▶ EXERCISE DETAILS:
Filter the entries, keeping every line with the string "change".

*** Opening DATA EXTRACTS ***

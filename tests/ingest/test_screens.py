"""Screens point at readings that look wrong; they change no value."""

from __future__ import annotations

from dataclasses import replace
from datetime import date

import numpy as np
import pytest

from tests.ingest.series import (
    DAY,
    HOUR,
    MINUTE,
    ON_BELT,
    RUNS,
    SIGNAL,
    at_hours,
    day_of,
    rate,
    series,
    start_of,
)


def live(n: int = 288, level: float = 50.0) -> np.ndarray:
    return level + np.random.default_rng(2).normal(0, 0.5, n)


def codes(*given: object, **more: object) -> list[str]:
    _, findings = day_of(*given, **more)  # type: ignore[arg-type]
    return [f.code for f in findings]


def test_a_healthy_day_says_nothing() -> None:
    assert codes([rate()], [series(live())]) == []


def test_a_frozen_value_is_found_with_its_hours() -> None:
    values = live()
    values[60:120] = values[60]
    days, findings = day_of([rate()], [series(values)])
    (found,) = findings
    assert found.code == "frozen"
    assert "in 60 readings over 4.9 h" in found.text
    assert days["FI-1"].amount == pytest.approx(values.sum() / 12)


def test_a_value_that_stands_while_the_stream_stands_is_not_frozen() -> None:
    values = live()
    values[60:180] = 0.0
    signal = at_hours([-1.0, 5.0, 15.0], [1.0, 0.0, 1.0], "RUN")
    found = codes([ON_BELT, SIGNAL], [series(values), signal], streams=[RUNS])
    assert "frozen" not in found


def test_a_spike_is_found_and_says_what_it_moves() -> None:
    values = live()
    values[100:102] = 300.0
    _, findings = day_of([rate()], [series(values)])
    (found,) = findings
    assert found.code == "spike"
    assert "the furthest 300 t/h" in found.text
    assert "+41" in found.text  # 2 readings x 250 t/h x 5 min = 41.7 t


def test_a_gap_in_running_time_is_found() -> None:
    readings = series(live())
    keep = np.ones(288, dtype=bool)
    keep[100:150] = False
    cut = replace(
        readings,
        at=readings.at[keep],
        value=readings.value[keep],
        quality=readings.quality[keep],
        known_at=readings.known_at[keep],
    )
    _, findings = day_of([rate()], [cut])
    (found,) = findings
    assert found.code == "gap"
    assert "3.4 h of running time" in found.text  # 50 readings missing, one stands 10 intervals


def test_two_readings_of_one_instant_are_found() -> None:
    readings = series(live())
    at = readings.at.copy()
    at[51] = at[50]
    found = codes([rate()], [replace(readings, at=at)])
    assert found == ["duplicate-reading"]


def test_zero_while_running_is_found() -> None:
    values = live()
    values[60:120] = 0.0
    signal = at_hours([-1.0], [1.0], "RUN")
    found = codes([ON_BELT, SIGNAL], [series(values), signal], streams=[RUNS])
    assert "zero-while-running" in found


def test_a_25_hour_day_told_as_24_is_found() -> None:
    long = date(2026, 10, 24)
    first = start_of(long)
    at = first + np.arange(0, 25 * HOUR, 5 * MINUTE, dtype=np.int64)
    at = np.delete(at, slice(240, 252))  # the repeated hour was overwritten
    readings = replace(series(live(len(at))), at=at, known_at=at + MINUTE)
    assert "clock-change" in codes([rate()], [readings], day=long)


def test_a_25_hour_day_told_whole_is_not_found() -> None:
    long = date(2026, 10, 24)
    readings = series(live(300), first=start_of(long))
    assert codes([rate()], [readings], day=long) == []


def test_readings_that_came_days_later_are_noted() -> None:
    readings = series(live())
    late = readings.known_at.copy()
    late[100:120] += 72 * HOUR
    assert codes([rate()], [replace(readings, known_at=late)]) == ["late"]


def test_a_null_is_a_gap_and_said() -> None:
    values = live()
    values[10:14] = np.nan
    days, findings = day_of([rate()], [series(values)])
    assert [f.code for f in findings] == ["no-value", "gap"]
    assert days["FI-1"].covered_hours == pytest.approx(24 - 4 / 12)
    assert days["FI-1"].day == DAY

*** Closing DATA EXTRACTS ***

▶ SOLUTION BELOW:
"""Screens point at readings that look wrong; they change no value."""
    assert "clock-change" in codes([rate()], [readings], day=long)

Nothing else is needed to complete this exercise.